* [Task goal]: Instruction for the data below: set down exactly the lines from the line with "let Some(pl) = &cfg.config().plausibility" to the line with "command at or", inclusive, and no others.

*** Opening Supplied data ***

impl Protections {
    /// Forget all debounce history (after an accepted clear).
    pub(crate) fn reset(&mut self) {
        self.levels = [0; Fault::COUNT];
        self.counting = 0;
    }

    /// Evaluate the slow protections on one sample (the controller calls
    /// this every [`SLOW_EVERY`] ticks); their conditions are held until the
    /// next evaluation. Returns the end-of-life warning.
    #[cold]
    #[inline(never)]
    pub(crate) fn evaluate_slow(&mut self, cfg: &ValidConfig, m: &Measurements) -> bool {
        let Some(pl) = &cfg.config().plausibility else {
            return false;
        };
        let (warn, fault, _) = plausibility(pl, m);
        self.slow = if fault {
            bit(Fault::PowerImplausible)
        } else {
            0
        };
        warn
    }

    /// Evaluate every protection on one sample. `last_cmd_ma` is the current
    /// the source was commanded during the tick that produced the sample
    /// (zero when it was disabled); `light_expected_ma` the command at or
    /// above which the monitor must see light (see
    /// [`crate::controller`]: the configured monitor-loss drive, or a lower
    /// ceiling in force while regulating); `direct` the conditions read
    /// straight off the sample ([`Measurements::from_sample`]). Tripped
    /// faults not already in `active` are recorded in `log`, in bit order.
    ///
    /// The usual tick (no condition present, no level above zero) costs
    /// the comparisons of [`quiet`]; the mask is built only when a
    /// condition is present, and the levels are walked only when one is
    /// present or above zero, and then only for those faults.
    #[inline(always)]
    #[allow(clippy::too_many_arguments)]
    pub(crate) fn check(
        &mut self,
        cfg: &ValidConfig,
        m: &Measurements,
        direct: u32,
        tick: u32,
        last_cmd_ma: Fx,
        light_expected_ma: impl Fn() -> Fx,
        state: State,
        active: FaultSet,
        log: &mut FaultLog,
    ) -> Verdict {
        let calm = quiet(cfg, m, direct, last_cmd_ma, &light_expected_ma);
        if calm && self.counting | self.slow == 0 {
            return Verdict {
                present: FaultSet::EMPTY,
                tripped: FaultSet::EMPTY,
            };
        }
        // A level decaying after its condition went needs no mask.
        let present = if calm {
            0
        } else {
            present_mask(cfg, m, direct, last_cmd_ma, light_expected_ma)
        } | self.slow;
        let may_trip = armed(state) & !active.bits();
        self.walk(cfg, m, present, tick, last_cmd_ma, may_trip, log)
    }

    /// Move the levels of the faults present or counting (`present`: the
    /// conditions of this sample) and trip those that reach their level.
    /// Out of line: the usual tick does not come here.
    #[inline(never)]
    #[allow(clippy::too_many_arguments)]
    fn walk(
        &mut self,
        cfg: &ValidConfig,
        m: &Measurements,
        present: u32,
        tick: u32,
        last_cmd_ma: Fx,
        may_trip: u32,
        log: &mut FaultLog,
    ) -> Verdict {
        if present | self.counting == 0 {
            return Verdict {
                present: FaultSet::EMPTY,
                tripped: FaultSet::EMPTY,
            };
        }
        let weight = cfg.t.weight;
        let mut tripped = 0;
        let mut counting = 0;
        // Walk the faults present or counting, lowest bit first (the order
        // of the records); every other level is zero already.
        let mut todo = present | self.counting;
        while todo != 0 {
            let i = todo.trailing_zeros() as usize;
            todo &= todo - 1;
            let (Some(level), Some(&trip_at)) = (self.levels.get_mut(i), cfg.t.trip_at.get(i))
            else {
                continue;
            };
            // The bit of fault `i` (a fault's bit is its discriminant).
            let b = 1u32 << i;
            if present & b == 0 {
                *level = level.saturating_sub(1);
            } else {
                *level = level.saturating_add(weight).min(trip_at);
                if *level >= trip_at && may_trip & b != 0 {
                    tripped |= b;
                    record_trip(log, cfg, m, last_cmd_ma, i, tick);
                }
            }
            if *level != 0 {
                counting |= b;
            }
        }
        self.counting = counting;
        Verdict {
            present: FaultSet::from_bits(present),
            tripped: FaultSet::from_bits(tripped),
        }
    }
}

*** Closing Supplied data ***

* [Response area]:
        let Some(pl) = &cfg.config().plausibility else {
            return false;
        };
        let (warn, fault, _) = plausibility(pl, m);
        self.slow = if fault {
            bit(Fault::PowerImplausible)
        } else {
            0
        };
        warn
    }

    /// Evaluate every protection on one sample. `last_cmd_ma` is the current
    /// the source was commanded during the tick that produced the sample
    /// (zero when it was disabled); `light_expected_ma` the command at or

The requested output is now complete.